From: Willy Tarreau <w@1wt.eu>
Date: Sun, 5 Nov 2017 08:03:49 +0100
To: Andy Green <andy@warmcat.com>
Cc: Matthew Kerwin <matthew@kerwin.net.au>, Mark Nottingham <mnot@mnot.net>, Kazuho Oku <kazuhooku@gmail.com>, Poul-Henning Kamp <phk@phk.freebsd.dk>, HTTP Working Group <ietf-http-wg@w3.org>
Message-ID: <20171105070349.GA26461@1wt.eu>

On Sun, Nov 05, 2017 at 10:25:57AM +0800, Andy Green wrote:
> > Honestly, checking for integer values using strings is complex and not
> > natural to anyone. Try to tell this to the guy who used tonumber(header)
> > in my previous example, where "tonumber()" is provided by default on his
> > system.
> 
> Yeah.  It needs some code to check a number string and see if it's bigger
> than what you can handle.  But it's not rocket science type code, is it?
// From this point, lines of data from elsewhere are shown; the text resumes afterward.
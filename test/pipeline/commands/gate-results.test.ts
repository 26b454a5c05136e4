/** Structured diff gate results (quantity, species, T, value, limit); the report below is written by hand. */
import { describe, expect, it } from 'vitest';
import type { DiffReport } from '../../../pipeline/commands/diff.js';
import { diffGateResults } from '../../../pipeline/commands/gate-results.js';

const report = {
  removed: ['OLD'],
  changed: [
    { name: 'H2O2', common: { low: 200, high: 6000 }, max: { cp: { value: 0.04, T: 1000 }, h: { value: 0.001, T: 300 }, s: { value: 0.2, T: 6000 } } },
    { name: 'NO', max: { cp: { value: 0, T: NaN }, h: { value: 0, T: NaN }, s: { value: 0, T: NaN } } },
  ],
} as unknown as DiffReport;

describe('diffGateResults', () => {
  it('one object per breach, with its number and limit', () => {
    expect(diffGateResults(report, { cp: 0.01, s: 0.5 }, true)).toEqual([
      { species: 'H2O2', quantity: 'cp', t: 1000, value: 0.04, limit: 0.01, unit: 'J/(mol K)' },
      { species: 'NO', quantity: 'range' },
      { species: 'OLD', quantity: 'removed' },
    ]);
    expect(diffGateResults(report, {}, false)).toEqual([]);
  });
});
It's much worse than explaining in the spec how an integer must safely be
parsed so that these popular frameworks adopt and provide the method.
Typically they would provide the equivalent of this :

    /* returns <0 on parse error */
    int http_to_int(const char *str, int *value);

Then it's easier to deal with overflows the "normal" way in the parser
(ie: check for sum > 214748364 before multiplying then check for sum < prev
after adding the digit), which emphasizes the importance of having a single
parser for integers.

> What's the alternative, the server says "not my job to check if I can handle
> these numbers, mate" and just breaks or serves the first part of the file
> endlessly if some numbers come beyond what it can handle?  That's not really
> an OK situation for anyone.

I never said this at all, if you re-read what I wrote, I said that it's OK
to send this but that implementers must be aware that some implementations
will not support it, so when they have an alternative and are seeking for
interoperability, it's better to use the alternative. A good example is the
chunk size. Emitting chunks larger than 2GB doesn't provide much benefit.
Similarly, identifiers should not be specified as integers if they're going
to be larger than 2^31-1. And with just a few such careful measures we'll
quickly find that some implementations are totally interoperable on the
send side because they never manipulate large quantities at all, just like
other implementations will be totally safe on the receive side because they
will take specific measures to deal with the rare important values they care
for and will be OK. Just like my ESP doesn't need to parse large content
lengths advertised in POST since it will not be able to process them anyway.
However if it can detect the value is too large and report a 413 entity too
large, it suddenly becomes safe and interoperable.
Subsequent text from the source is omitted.